§ **Your task**:
Begin with the line that has "t.unique(['firm_id', 'registration']);". Give it and every line after it again, exactly, through the end of the entries below.

Collection entries:
-*-
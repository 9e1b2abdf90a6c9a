import type { Knex } from 'knex';

// Depots and vans: the places kit and stock can be. A van has a registration, an engineer and due dates.
export async function up(knex: Knex): Promise<void> {
  await knex.schema.createTable('locations', (t) => {
    t.increments('id').primary();
    t.integer('firm_id').unsigned().notNullable().references('firms.id').onDelete('CASCADE');
    t.enum('kind', ['depot', 'van']).notNullable();
    t.string('name', 80).notNullable();
    t.string('registration', 10).nullable();
    t.integer('engineer_member_id').unsigned().nullable().references('memberships.id').onDelete('SET NULL');
    t.date('mot_due_on').nullable();
    t.date('service_due_on').nullable();
    t.string('notes', 1000).nullable();
    t.boolean('active').notNullable().defaultTo(true);
    t.timestamp('created_at', { precision: 3 }).notNullable().defaultTo(knex.fn.now(3));
    t.unique(['firm_id', 'name']);
    t.unique(['firm_id', 'registration']);
    t.index(['firm_id', 'kind']);
    t.index(['firm_id', 'engineer_member_id']);
  });
}

export async function down(knex: Knex): Promise<void> {
  await knex.schema.dropTable('locations');
}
-*-
§ **Your solution**:
    t.unique(['firm_id', 'registration']);
    t.index(['firm_id', 'kind']);
    t.index(['firm_id', 'engineer_member_id']);
  });
}

export async function down(knex: Knex): Promise<void> {
  await knex.schema.dropTable('locations');
}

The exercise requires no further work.